The board is generated in a unique single pass operation.
In the prior art, certain sandwich-like products are produced by separately making the outer skins and adhering them to the core material using an adhesive layer. The present invention is significantly superior. That is, the method of the present invention is not only simple by avoiding the use of adhesive layers, but also allows density differentiation of products to occur without the need for separate lamination and compaction operations. The pearlite cored products described above provide a particularly good example of this phenomenon. The outer layer of mineral wool and binder has a low compressive strength, while the expanded pearlite core has a relatively high compressive strength. When the composite structure is compressed, the core acts as an anvil against which the outer layers are compressed. This increases the density of the outer layer, but does not inherently increase the density of the core. At the same time, the core adapts to any irregularities in the outer layer,
This gives a smooth outer surface with uniform density. Another method to differentially increase the density of composite structures is sequential curing of the core and skin. For example, a composite structure is prepared consisting of a core with a mixture having a lower curing temperature than the skin mixture, and the composite structure is directly connected to a temperature adjusted to cure the core binder but not the skin binder.

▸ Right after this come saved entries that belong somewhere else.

package web

import (
	"fmt"
	"html"
	"math"
	"strings"

	"epitally/analytics/binning"
	"epitally/analytics/colour"
	"epitally/analytics/quantity"
)

// region draws the cells of a region in their plane, the dies behind them.
func (b BinPlots) region(r *binning.Region, d binning.Dimension, id string) BinPlot {
	f := b.fitted(b.regionFrame(r), id)
	p := BinPlot{ID: id, Title: "Region " + r.Name}
	xTitle, yTitle := spaceTitles(r)
	f.open(id, fmt.Sprintf("%s: %d cells over %s and %s", p.Title, len(r.Cells), xTitle, yTitle))
	f.clipped(id)
	if b.Density != nil {
		f.density(b.Density(DensityPlot{X: r.Quantities[0], Y: r.Quantities[1], Space: r.Space,
			Left: f.left, Right: f.right, Bottom: f.bottom, Top: f.top, Width: int(f.areaWidth()), Height: int(f.areaHeight())}))
	}
	var taken []textBox
	if r.Space != binning.SpaceOwn {
		taken = f.diagram(r.Space)
	}
	for i := range r.Cells {
		b.regionCell(f, r, d, i)
	}
	edit := b.Edit && !b.Whole // handles would cover cells that small
	taken = append(taken, f.handleRoom(r, edit)...)
	for i := range r.Cells {
		b.regionLabel(f, r, d, i, &taken)
	}
	if edit {
		f.cornerHandles(r)
	}
	f.put(`</g>`)
	f.scales(xTitle, yTitle)
	p.Picture = f.close()
	p.Caption = "Solid outlines are sold, dashed ones are not. A point on the border of two cells belongs to the right or upper one; where cells overlap, to the one of higher priority, then the first listed."
	if r.Guard > 0 {
		unit := ""
		if r.GuardInU {
			unit = " standard uncertainties"
		}
		p.Caption += fmt.Sprintf(" A guard band of %g%s is taken off inside every outline.", r.Guard, unit)
	}
	return p
}

// spaceTitles name the two directions of a region's plane.
func spaceTitles(r *binning.Region) (x, y string) {
	switch r.Space {
	case binning.SpaceXY:
		return "CIE 1931 x", "CIE 1931 y"
	case binning.SpaceUV:
		return "CIE 1976 u′", "CIE 1976 v′"
	}
	return quantityTitle(r.Quantities[0]), quantityTitle(r.Quantities[1])
}

func quantityTitle(name string) string {
	q, ok := quantity.Lookup(name)
	if !ok {
		return name
	}
	if q.Unit == "" {
		return q.Label
	}
	return q.Label + ", " + q.Unit
}

// regionFrame shows the cells with a margin about them, or the whole diagram.
func (b BinPlots) regionFrame(r *binning.Region) *frame {
	left, right, bottom, top := math.Inf(1), math.Inf(-1), math.Inf(1), math.Inf(-1)
	for i := range r.Cells {
		for _, s := range r.Cells[i].Shapes {
			for _, c := range s.Outline {
				left, right = min(left, c[0]), max(right, c[0])
				bottom, top = min(bottom, c[1]), max(top, c[1])
			}
		}
	}
	switch {
	case b.Whole && r.Space == binning.SpaceXY:
		left, right, bottom, top = -0.02, 0.78, -0.02, 0.88
	case b.Whole && r.Space == binning.SpaceUV:
		left, right, bottom, top = -0.02, 0.66, -0.02, 0.62
	default:
		mx, my := 0.12*(right-left), 0.12*(top-bottom)
		left, right, bottom, top = left-mx, right+mx, bottom-my, top+my
	}
	f := newFrame(left, right, bottom, top, plotHeight)
	f.xPlaces, f.yPlaces = 4, 4
	if r.Space == binning.SpaceOwn {
		f.xPlaces, f.yPlaces = placesOf(r.Quantities[0]), placesOf(r.Quantities[1])
	} else {
		f.equalScales()
	}
	return f
}

// equalScales widens one direction so that a unit is as long in both.
func (f *frame) equalScales() {
	perX, perY := (f.right-f.left)/f.areaWidth(), (f.top-f.bottom)/f.areaHeight()
	if perX < perY {
		middle, half := (f.left+f.right)/2, perY*f.areaWidth()/2
		f.left, f.right = middle-half, middle+half
	} else {
		middle, half := (f.bottom+f.top)/2, perX*f.areaHeight()/2
		f.bottom, f.top = middle-half, middle+half
	}
}

// placesOf are the decimals that a quantity is commonly resolved to.
func placesOf(name string) int {
	if q, ok := quantity.Lookup(name); ok && q.Resolution > 0 {
		return max(0, int(math.Round(-math.Log10(q.Resolution))))
	}
	return 3
}

// diagram draws the spectral locus, the purple line, the Planckian locus and the
// equal-energy white. It gives the room that their names take.
func (f *frame) diagram(space binning.Space) (names []textBox) {
	in := func(p colour.XY) (x, y float64) {
		if space == binning.SpaceUV {
			q := p.UV()
			return q.U, q.V
		}
		return p.X, p.Y
	}
	var path strings.Builder
	for nm := 380; nm <= 700; nm++ {
		x, y := in(colour.Locus(float64(nm)))
		fmt.Fprintf(&path, "%s %s ", at(f.x(x)), at(f.y(y)))
	}
	f.put(`<polygon class="locus" points="%s"/>`, path.String())
	x, y := in(colour.WhiteE)
	f.spot("white-mark", x, y, 4, "white E", &names)
	for _, nm := range []int{460, 470, 480, 490, 500, 510, 520, 530, 540, 550, 560, 570, 580, 590, 600, 620, 640} {
		x, y := in(colour.Locus(float64(nm)))
		f.spot("locus-mark", x, y, 2.5, fmt.Sprintf("%d nm", nm), &names)
	}
	path.Reset()
	for mired := 40.0; mired <= 1000; mired += 5 {
		x, y := in(colour.Planckian(1e6 / mired))
		fmt.Fprintf(&path, "%s %s ", at(f.x(x)), at(f.y(y)))
	}
	f.put(`<polyline class="planckian" points="%s"/>`, path.String())
	for _, kelvin := range []float64{2000, 3000, 4000, 6500, 10000, 2700, 3500, 5000} {
		x, y := in(colour.Planckian(kelvin))
		f.spot("planckian-mark", x, y, 2.5, With(kelvin, 0, "K"), &names)
	}
	return names
}

// spot marks a place inside the plotting area with its name, to the right, the
// left, above or below, where no other name stands; if there is room nowhere the
// mark stands alone.
func (f *frame) spot(class string, x, y, radius float64, name string, taken *[]textBox) {
	if x < f.left || x > f.right || y < f.bottom || y > f.top {
		return
	}
	px, py := f.x(x), f.y(y)
	f.put(`<circle class="%s" cx="%s" cy="%s" r="%g"><title>%s</title></circle>`, class, at(px), at(py), radius, html.EscapeString(name))
	width := 7.5*float64(len([]rune(name))) + 4
	for _, place := range []struct {
		dx, dy float64
		anchor string
	}{{8, -5, "start"}, {-8, -5, "end"}, {8, 14, "start"}, {-8, 14, "end"}} {
		box := textBox{px + place.dx + width/2, py + place.dy - 5, width, 15}
		if place.anchor == "end" {
			box.x = px + place.dx - width/2
		}
		if box.x-width/2 < marginLeft || box.x+width/2 > f.width-marginRest || box.meetsAny(*taken) {
			continue
		}
		*taken = append(*taken, box, textBox{px, py, 8, 8})
		f.text("mark", px+place.dx, py+place.dy, place.anchor, name)
		return
	}
}

func (b BinPlots) regionCell(f *frame, r *binning.Region, d binning.Dimension, i int) {
	class, words := "cell", r.Cells[i].Name
	if !b.sold(inCell(d, i)) {
		class = "cell unsold"
	}
	if n, known := b.countOf(inCell(d, i)); known {
		words += ": " + Plural(n, "die", "dies")
	}
	for _, s := range r.Cells[i].Shapes {
		var path strings.Builder
		for _, outline := range append([][][2]float64{s.Outline}, s.Holes...) {
			for k, c := range outline {
				fmt.Fprintf(&path, "%s%s %s ", map[bool]string{true: "M", false: "L"}[k == 0], at(f.x(c[0])), at(f.y(c[1])))
			}
			path.WriteString("Z ")
		}
		f.put(`<path class="%s" d="%s"><title>%s</title></path>`, class, path.String(), html.EscapeString(words))
	}
}

// regionLabel names a cell and its dies where there is room: in its middle, else
// moved towards an end of it, away from labels that stand already.
func (b BinPlots) regionLabel(f *frame, r *binning.Region, d binning.Dimension, i int, taken *[]textBox) {
	s := &r.Cells[i].Shapes[0]
	x, y, width, height := middleOf(f, s.Outline)
	name := r.Cells[i].Name
	n, known := b.countOf(inCell(d, i))
	count := Count(n)
	lines, needed := 1, 9*float64(len(name))
	if known && height > 44 {
		lines, needed = 2, max(needed, 8.5*float64(len(count)))
	}
	if width < needed || height < 20 {
		return
	}
	for _, move := range [][2]float64{{0, 0}, {0, 0.28}, {0, -0.28}, {-0.22, 0.22}, {0.22, -0.22}, {0.25, 0.1}, {-0.25, -0.1}} {
		at := textBox{x + move[0]*width, y + move[1]*height, needed, 19 * float64(lines)}
		if at.meetsAny(*taken) {
			continue
		}
		*taken = append(*taken, at)
		if lines == 1 {
			f.text("cell-name", at.x, at.y+5, "middle", name)
			return
		}
		f.text("cell-name", at.x, at.y-3, "middle", name)
		f.text("cell-count", at.x, at.y+15, "middle", count)
		return
	}
}

// textBox is the room of a label: its middle and extent.
type textBox struct{ x, y, width, height float64 }

func (t textBox) meetsAny(others []textBox) bool {
	for _, o := range others {
		if math.Abs(t.x-o.x) < (t.width+o.width)/2 && math.Abs(t.y-o.y) < (t.height+o.height)/2 {
			return true
		}
	}
	return false
}

// middleOf is the mean of the corners in the picture, with its extent.
func middleOf(f *frame, outline [][2]float64) (x, y, width, height float64) {
	low, high := [2]float64{math.Inf(1), math.Inf(1)}, [2]float64{math.Inf(-1), math.Inf(-1)}
	for _, c := range outline {
		p := [2]float64{f.x(c[0]), f.y(c[1])}
		x, y = x+p[0]/float64(len(outline)), y+p[1]/float64(len(outline))
		low, high = [2]float64{min(low[0], p[0]), min(low[1], p[1])}, [2]float64{max(high[0], p[0]), max(high[1], p[1])}
	}
	return x, y, high[0] - low[0], high[1] - low[1]
}

// handleRoom is where corners are drawn to be taken hold of.
func (f *frame) handleRoom(r *binning.Region, edit bool) (taken []textBox) {
	if !edit {
		return nil
	}
	for _, c := range r.Cells {
		for _, s := range c.Shapes {
			corners := s.Outline
			if s.Kind == "circle" {
				corners = [][2]float64{s.Centre}
			}
			for _, p := range corners {
				taken = append(taken, textBox{f.x(p[0]), f.y(p[1]), 16, 16})
			}
		}
	}
	return taken
}

// cornerHandles lets corners and the edges between them be moved. Corners at one
// place move together, so that neighbours stay neighbours.
func (f *frame) cornerHandles(r *binning.Region) {
	type corner struct {
		at    [2]float64
		moves []move
		names []string
	}
	var corners []*corner
	find := map[[2]float64]*corner{}
	for _, c := range r.Cells {
		for _, s := range c.Shapes {
			points := s.Outline
			if s.Kind == "circle" {
				points = [][2]float64{s.Centre}
			}
			for i, place := range s.CornerAt {
				at := points[i]
				if find[at] == nil {
					find[at] = &corner{at: at}
					corners = append(corners, find[at])
				}
				k := find[at]
				k.moves = append(k.moves, move{place[0], "x", at[0]}, move{place[1], "y", at[1]})
				k.names = append(k.names, c.Name)
			}
		}
	}
	for _, c := range r.Cells {
		for _, s := range c.Shapes {
			if s.Kind != "polygon" {
				continue
			}
			for i := range s.Outline {
				j := (i + 1) % len(s.Outline)
				a, b := find[s.Outline[i]], find[s.Outline[j]]
				f.handle(fmt.Sprintf(`line x1="%s" y1="%s" x2="%s" y2="%s"`, at(f.x(a.at[0])), at(f.y(a.at[1])), at(f.x(b.at[0])), at(f.y(b.at[1]))),
					fmt.Sprintf("edge of %s from (%g, %g) to (%g, %g)", c.Name, a.at[0], a.at[1], b.at[0], b.at[1]), append(append([]move{}, a.moves...), b.moves...))
			}
		}
	}
	for _, k := range corners {
		f.put(`<circle class="corner" cx="%s" cy="%s" r="6"/>`, at(f.x(k.at[0])), at(f.y(k.at[1])))
	}
	for _, k := range corners { // wider than they look, for fingers
		f.handle(fmt.Sprintf(`circle cx="%s" cy="%s" r="16"`, at(f.x(k.at[0])), at(f.y(k.at[1]))),
			fmt.Sprintf("corner of %s at (%g, %g)", strings.Join(k.names, ", "), k.at[0], k.at[1]), k.moves)
	}
}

When passed through convection, a structure with an uncured skin is produced. These skins are then compressed against the core and hardened to produce very dense skins. Similarly, the same effect can be obtained by using a binder with similar properties but excluding the necessary curing component from the skin binder. When the necessary ingredients are then added and the composite is compacted and cured, a dense, hard skin is again obtained. An example of the latter method is the use of a binder such as a novolak phenol formaldehyde resin in which the crosslinker hexamethylenetetramine is excluded. These and a wide variety of other structures with varying properties can be produced in accordance with the present invention. Other advantages and characteristics of the invention will become more apparent by reference to the following examples. EXAMPLE This example demonstrates the preparation of a product consisting of about 87% mineral wool and 13% powdered phenolic binder, with the resulting product having a thickness of about 1.5 inches (38 mm) and a thickness of about 6 mm.

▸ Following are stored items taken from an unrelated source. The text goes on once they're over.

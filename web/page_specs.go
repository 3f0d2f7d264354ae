package web

import (
	"fmt"
	"math"

	"epitally/analytics/binning"
)

// BinsPage lists the specifications.
type BinsPage struct {
	Base
	Specs []SpecLine
}

// SpecLine is one specification of the list.
type SpecLine struct {
	Name, Href string
	Title      string
	Version    int
	Kind       string
	Products   string
	StoredAt   string
	Yield      string // of the last wafers together: "71 %"
	YieldOver  string // "141,000 of 198,000 dies of the last 20 wafers"
}

// BinPage shows one version of a specification.
type BinPage struct {
	Base
	Name     string
	Version  int
	Facts    []Fact
	Versions []VersionLine // newest first
	Rejects  []SpecCell
	Needs    []Fact // quantities the spec needs, with units
	Document string
	Problem  string // why the document cannot be read now; "" = it can
	Yields   *Chart

	Look   SpecLook
	Last   []Option // how many wafers are looked at
	Lot    string   // of which lot; "" = of any
	Views  []Option // of chromaticities
	Editor *SpecEditor
}

// VersionLine is one version of a specification.
type VersionLine struct {
	Name, Href               string
	StoredAt, Author, Reason string
}

// SpecLook is what a specification does to the dies of some wafers.
type SpecLook struct {
	Wafers   string // "the last 20 wafers"
	None     bool   // there are no wafers to look at
	Plots    []BinPlot
	Bins     BinTable
	Findings []SpecFinding
	Verdict  Sentence // yield now, and before a change
	Good     int
	Total    int
}

// SpecEditor is where a specification is changed.
type SpecEditor struct {
	Try          string // address that an edited document is tried at
	Publish      string // address that it is stored at
	Measurements string // numbers of the measurements it is tried on
	Next         int    // the version it would become
}

// SpecFinding is something about a specification to look at.
type SpecFinding struct {
	Kind, Says string
	Line       int
	Dies       string // that it hits; "" = none, or not counted
}

// SpecCell is a reject reason in words.
type SpecCell struct {
	Name, Class string
}

// BinTable is dies per bin, as measured and with confidence.
type BinTable struct {
	Rows    []BinRow
	Risks   bool   // the columns of risk have values
	Priced  string // currency; "" = bins have no prices
	Caption string
}

// BinRow is one bin.
type BinRow struct {
	Name, Class              string
	Dies, Share              string
	Confident                string // dies, scaled from the wafers that risks were worked out over
	WrongAccept, WrongReject string // shares
	Price, Value             string
}

// BinNumbers is what a table of bins is made from.
type BinNumbers struct {
	Spec        *binning.Spec
	Counts      []int // dies per code
	Denominator int
	// Risk is over RiskCounts, dies per code of RiskWafers wafers; nil = none.
	Risk       *binning.Conformity
	RiskCounts []int
	RiskWafers int
	Wafers     int
}

// NewBinTable makes the table of all bins, fullest first within their order.
func NewBinTable(n BinNumbers) BinTable {
	t := BinTable{Risks: n.Risk != nil, Priced: n.Spec.Currency}
	cells := n.Spec.Cells()
	for i, c := range cells {
		if c.Price > 0 && t.Priced == "" {
			t.Priced = "price"
		}
		row := BinRow{Name: c.Name, Class: c.Class.String(), Dies: Count(n.Counts[i]), Share: Percent(n.Counts[i], n.Denominator),
			Confident: noValue, WrongAccept: noValue, WrongReject: noValue, Price: noValue, Value: noValue}
		if i >= n.Spec.Bins() {
			row.Confident, row.WrongAccept, row.WrongReject, row.Price, row.Value = "", "", "", "", ""
		} else {
			if c.Price > 0 {
				row.Price, row.Value = Number(c.Price, 4), Number(c.Price*float64(n.Counts[i]), 0)
			}
			if n.Risk != nil && n.RiskCounts[i] > 0 {
				of := float64(n.RiskCounts[i])
				row.Confident = Count(int(math.Round(float64(n.Risk.Confident[i]) / of * float64(n.Counts[i]))))
				row.WrongAccept = smallShare(n.Risk.WronglyAccepted[i] / of)
				row.WrongReject = smallShare(n.Risk.WronglyRejected[i] / of)
			}
		}
		t.Rows = append(t.Rows, row)
	}
	t.Caption = fmt.Sprintf("Shares are of %s dies on the layouts of %s.", Count(n.Denominator), Plural(n.Wafers, "wafer", "wafers"))
	if n.Risk != nil {
		t.Caption += " A die counts with 95 % confidence when the probability that its true values lie in its bin is at least 0.95. " +
			"Wrongly accepted are dies of a bin expected to lie truly outside it; wrongly rejected are dies elsewhere expected to lie truly in it; both as shares of the bin's dies (JCGM 106:2012, prior uninformative, errors independent)."
		if n.RiskWafers < n.Wafers {
			t.Caption += fmt.Sprintf(" Worked out over %d of the wafers, evenly chosen.", n.RiskWafers)
		}
	}
	return t
}

// ConfidentShare is the share of all dies that are in sellable bins and conform
// with 95 % confidence; NaN when risks were not worked out.
func (n BinNumbers) ConfidentShare() float64 {
	if n.Risk == nil || n.Denominator == 0 {
		return math.NaN()
	}
	sum := 0.0
	for i, c := range n.Spec.Cells()[:n.Spec.Bins()] {
		if c.Class == binning.Sellable && n.RiskCounts[i] > 0 {
			sum += float64(n.Risk.Confident[i]) / float64(n.RiskCounts[i]) * float64(n.Counts[i])
		}
	}
	return sum / float64(n.Denominator)
}

// smallShare writes a share that may be far below a percent.
func smallShare(v float64) string {
	switch {
	case v < 0.00005:
		return "0" + thinSpace + "%"
	case v < 0.01:
		return Number(100*v, 2) + thinSpace + "%"
	}
	return Number(100*v, 1) + thinSpace + "%"
}

// TrialSentence tells what a specification yields on the wafers looked at, and
// against before dies, what a change does; before < 0 = nothing was changed.
// confident is the share of all dies that sell and conform with 95 % confidence,
// NaN when it was not worked out.
func TrialSentence(good, total, before int, confident float64, wafers string) Sentence {
	var s Sentence
	if total == 0 {
		s.say("There are no measured wafers for it, so what it yields cannot be told.")
		return s
	}
	s.say("On " + wafers + " ")
	s.stress(Count(good)+" of "+Count(total)+" dies", "")
	s.say(" sell, ")
	s.stress(shareText(good, total), "")
	if !math.IsNaN(confident) {
		s.say(", and " + Number(100*confident, 1) + thinSpace + "% conform with 95" + thinSpace + "% confidence")
	}
	if before >= 0 {
		s.say("; before the change " + shareText(before, total) + ", so ")
		s.stress(Signed(float64(good-before), 0)+" dies", "")
	}
	s.say(".")
	return s
}

func shareText(n, total int) string {
	return Number(100*float64(n)/float64(total), 2) + thinSpace + "%"
}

It has a density of lb/ft ³ (0.096 g/cm ³ ). This product was prepared using equipment having dual matting zones such as that shown in FIG. Identification numbers refer to those used in each figure. The lower mat forming zone 83 used in this and subsequent examples is constructed of Plexiglas and the distance between the nip opening 47 and the back panel 67 is approximately
109 inches (2768 mm) with 68 side panels
The zone width measured between and 69 is approximately 26 inches (660
mm), and the height measured in the vertical direction between the wire mesh 45 and the center point of the Ritzkin roller 42 was about 42 inches (1067 mm). The angle of the nip opening 47 was about 25 degrees. Upper mat forming zone 84 had a distance between nip opening 47 and back panel 67 of approximately 84 inches (2134 mm) and was approximately the same width and height as mat forming zone 83. For each mat forming zone 83, 84, mineral wool fibers were separated and fed onto conveyor 30 at a rate of 7.56 pounds per minute (3.43 Kg) using a Vectroflo® gravity feed device. The phenolic resin was delivered onto the fibers through station 32 at a rate of 2.25 pounds per minute (1.02 Kg). This material was mixed on napping rolls 33 and then fed to the respective fiberizing devices 34. The wire mesh within each chamber is converged at approximately 10 feet (30.5 m) per minute, and the air is converged at approximately 10 feet per minute.

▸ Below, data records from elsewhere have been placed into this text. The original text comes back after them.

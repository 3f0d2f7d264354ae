package main

import (
	"context"
	"encoding/json"
	"fmt"
	"io"
	"os"
	"strconv"
	"strings"
	"text/tabwriter"

	"github.com/spf13/pflag"

	"epitally/analytics"
	"epitally/analytics/binning"
	"epitally/db"
)

// specOptions are the flags of the spec commands besides the shared ones.
type specOptions struct {
	last int
	json bool
}

func specFlags(name string, config *Config, o *specOptions, lastHelp string) *pflag.FlagSet {
	config.LogLevel = "error"
	f := flagsFor(name, config)
	f.IntVar(&o.last, "last", o.last, lastHelp)
	f.BoolVar(&o.json, "json", false, "print JSON")
	for _, serving := range []string{"listen", "drop", "scan", "settle-seconds", "workers", "stop-seconds", "max-file-mb", "zone"} {
		f.MarkHidden(serving) // they may stand in the settings' file, and mean nothing here
	}
	return f
}

// specCheck checks a specification, by itself or against the dies of the last
// wafers.
func specCheck(ctx context.Context, c *console, args []string) error {
	config, o := defaultConfig(), specOptions{}
	f := specFlags("spec check FILE", &config, &o, "also look at the dies of the last `N` wafers it is for, in the database (0 = at none)")
	if err := config.resolve(f, args, os.Getenv); err != nil {
		return err
	}
	if f.NArg() != 1 || o.last < 0 || o.last > 500 {
		return fmt.Errorf("spec check: name one FILE; --last is 0 to 500")
	}
	text, err := os.ReadFile(f.Arg(0))
	if err != nil {
		return err
	}
	spec, err := binning.Parse(text)
	if err != nil {
		return analytics.WithSource(err, f.Arg(0))
	}
	found := spec.Check()
	if o.last > 0 {
		err := withStore(ctx, c, config, func(store *db.Store) error {
			list, err := lastMeasurements(ctx, store, spec, o.last)
			if err != nil {
				return err
			}
			t, err := store.Try(ctx, spec, list, false)
			if err != nil {
				return err
			}
			found, _, err = store.Findings(ctx, t, list)
			return err
		})
		if err != nil {
			return err
		}
	}
	return sayFindings(c.out, spec, found, o.json)
}

func sayFindings(w io.Writer, spec *binning.Spec, found []binning.Finding, asJSON bool) error {
	if asJSON {
		if found == nil {
			found = []binning.Finding{}
		}
		out := json.NewEncoder(w)
		out.SetIndent("", " ")
		return out.Encode(found)
	}
	for _, f := range found {
		fmt.Fprintf(w, "%s: %s", f.Kind, f.Says)
		if f.Dies > 0 {
			fmt.Fprintf(w, "; %d dies lie there", f.Dies)
		}
		if f.Line > 0 {
			fmt.Fprintf(w, " (line %d)", f.Line)
		}
		fmt.Fprintln(w)
	}
	if len(found) == 0 {
		fmt.Fprintf(w, "%s: %d bins, nothing odd\n", spec.Name, spec.Bins())
	}
	return nil
}

// specCompare tells which dies change bins between two specifications.
func specCompare(ctx context.Context, c *console, args []string) error {
	config, o := defaultConfig(), specOptions{last: 20}
	f := specFlags("spec compare A B", &config, &o, "compare on the last `N` wafers that A is for, 1 to 500")
	if err := config.resolve(f, args, os.Getenv); err != nil {
		return err
	}
	if f.NArg() != 2 || o.last < 1 || o.last > 500 {
		return fmt.Errorf("spec compare: name two specifications, each a FILE, a stored NAME or NAME@VERSION; --last is 1 to 500")
	}
	return withStore(ctx, c, config, func(store *db.Store) error {
		var specs [2]*binning.Spec
		for i := range specs {
			var err error
			if specs[i], err = findSpec(ctx, store, f.Arg(i)); err != nil {
				return err
			}
		}
		list, err := lastMeasurements(ctx, store, specs[0], o.last)
		if err != nil {
			return err
		}
		bar := newCountBar(c, "binning wafers twice")
		cmp, err := store.CompareSpecs(ctx, specs[0], specs[1], list, func(done, total int) { setBar(bar, done, total) })
		if err != nil {
			return err
		}
		bar.Finish()
		if o.json {
			return sayComparisonJSON(c.out, cmp)
		}
		return sayComparison(c.out, cmp)
	})
}

// withStore opens the database for a command.
func withStore(ctx context.Context, c *console, config Config, use func(*db.Store) error) error {
	cluster, store, err := joinStore(ctx, config, newLogger(c.err, config.LogLevel))
	if err != nil {
		return err
	}
	defer func() {
		store.Close()
		if cluster != nil {
			cluster.Stop(context.WithoutCancel(ctx))
		}
	}()
	return use(store)
}

func lastMeasurements(ctx context.Context, store *db.Store, spec *binning.Spec, last int) ([]db.Chosen, error) {
	ms, err := store.SelectMeasurements(ctx, db.Selection{Kind: spec.Kind, Products: spec.Products, Last: last})
	if err != nil {
		return nil, err
	}
	if len(ms) == 0 {
		return nil, fmt.Errorf("no %s measurement of %s is stored to look at", spec.Kind, orAnyProduct(spec.Products))
	}
	return store.Counting(ctx, ms)
}

func orAnyProduct(products []string) string {
	if len(products) == 0 {
		return "any product"
	}
	return strings.Join(products, ", ")
}

// findSpec reads a file, or a stored specification NAME or NAME@VERSION.
func findSpec(ctx context.Context, store *db.Store, text string) (*binning.Spec, error) {
	if document, err := os.ReadFile(text); err == nil {
		spec, err := binning.Parse(document)
		return spec, analytics.WithSource(err, text)
	}
	name, versionText, versioned := strings.Cut(text, "@")
	version := 0
	if versioned {
		var err error
		if version, err = strconv.Atoi(versionText); err != nil || version < 1 {
			return nil, fmt.Errorf("%s: %q is not a version", text, versionText)
		}
	}
	stored, err := store.Spec(ctx, name, version)
	if err != nil {
		return nil, fmt.Errorf("%s is neither a file nor a stored specification: %w", text, err)
	}
	spec, err := binning.Parse([]byte(stored.Document))
	return spec, analytics.WithSource(err, text)
}

func sayComparison(w io.Writer, c *db.Comparison) error {
	currency := c.After.Spec.Currency
	if currency == "" {
		currency = c.Before.Spec.Currency
	}
	good := func(t *db.Trial) string {
		return fmt.Sprintf("%d of %d dies (%.2f %%)", t.Good(), t.Denominator, 100*float64(t.Good())/float64(max(1, t.Denominator)))
	}
	fmt.Fprintf(w, "On %d wafers %s sells %s, %s sells %s: %+d dies", c.Before.Wafers, c.Before.Spec.Name, good(c.Before), c.After.Spec.Name, good(c.After), c.After.Good()-c.Before.Good())
	priced := c.Before.Value() != 0 || c.After.Value() != 0
	if priced {
		fmt.Fprintf(w, ", %+.2f %s", c.After.Value()-c.Before.Value(), currency)
	}
	fmt.Fprintln(w, ".")
	if len(c.Moves) == 0 {
		fmt.Fprintln(w, "No die changes bins.")
		return nil
	}
	t := tabwriter.NewWriter(w, 0, 0, 2, ' ', tabwriter.AlignRight)
	fmt.Fprintf(t, "\nfrom\tto\tdies\twafers\t")
	if priced {
		fmt.Fprintf(t, "%s\t", orWord(currency, "value"))
	}
	fmt.Fprintln(t)
	for _, m := range c.Moves {
		fmt.Fprintf(t, "%s\t%s\t%d\t%d\t", m.From, m.To, m.Dies, m.Wafers)
		if priced {
			fmt.Fprintf(t, "%+.2f\t", m.Value)
		}
		fmt.Fprintln(t)
	}
	fmt.Fprintf(t, "\nwafer\tdies that change\tsell before\tsell after\t")
	if priced {
		fmt.Fprintf(t, "%s\t", orWord(currency, "value"))
	}
	fmt.Fprintln(t)
	for _, x := range c.Wafers {
		fmt.Fprintf(t, "%s\t%d\t%d\t%d\t", x.Wafer, x.Moved, x.GoodBefore, x.GoodAfter)
		if priced {
			fmt.Fprintf(t, "%+.2f\t", x.Value)
		}
		fmt.Fprintln(t)
	}
	return t.Flush()
}

func orWord(text, fallback string) string {
	if text == "" {
		return fallback
	}
	return text
}

// comparisonJSON is a comparison as programs read it.
type comparisonJSON struct {
	Wafers      int            `json:"wafers"`
	Denominator int            `json:"denominator"`
	GoodBefore  int            `json:"good_before"`
	GoodAfter   int            `json:"good_after"`
	ValueBefore float64        `json:"value_before"`
	ValueAfter  float64        `json:"value_after"`
	Currency    string         `json:"currency"`
	Moves       []moveJSON     `json:"moves"`
	ByWafer     []transferJSON `json:"by_wafer"`
}

type moveJSON struct {
	From   string  `json:"from"`
	To     string  `json:"to"`
	Dies   int     `json:"dies"`
	Wafers int     `json:"wafers"`
	Value  float64 `json:"value"`
}

type transferJSON struct {
	Wafer      string  `json:"wafer"`
	Moved      int     `json:"moved"`
	GoodBefore int     `json:"good_before"`
	GoodAfter  int     `json:"good_after"`
	Value      float64 `json:"value"`
}

func sayComparisonJSON(w io.Writer, c *db.Comparison) error {
	out := comparisonJSON{Wafers: c.Before.Wafers, Denominator: c.Before.Denominator, GoodBefore: c.Before.Good(), GoodAfter: c.After.Good(),
		ValueBefore: c.Before.Value(), ValueAfter: c.After.Value(), Currency: orWord(c.After.Spec.Currency, c.Before.Spec.Currency),
		Moves: []moveJSON{}, ByWafer: []transferJSON{}}
	for _, m := range c.Moves {
		out.Moves = append(out.Moves, moveJSON(m))
	}
	for _, x := range c.Wafers {
		out.ByWafer = append(out.ByWafer, transferJSON(x))
	}
	e := json.NewEncoder(w)
	e.SetIndent("", " ")
	return e.Encode(out)
}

A volume of 5000 cubic feet (141.6 m ³ ) is introduced into each chamber, and the forming wire mesh 4
It was discharged through 5,46. The pressure within each formation chamber was approximately 2.1 inches (53 mm) of water below atmospheric pressure, as measured using a Dwyer gauge. In the lower forming chamber, approximately 90% of the intake air
% was drawn through the bottom forming wire mesh 45 and most of this air was drawn through the evacuation mechanism 62. In the upper forming chamber, approximately 60% of the air
% was vented through the top forming wire gauze 46 and no attempt was made to adjustably vent the air. Vanes 77 were oscillated within each aperture 44 at approximately 30 cycles per minute. The mat-like material was converged in the nip opening 47 and reinforced in the reinforcement zone 48.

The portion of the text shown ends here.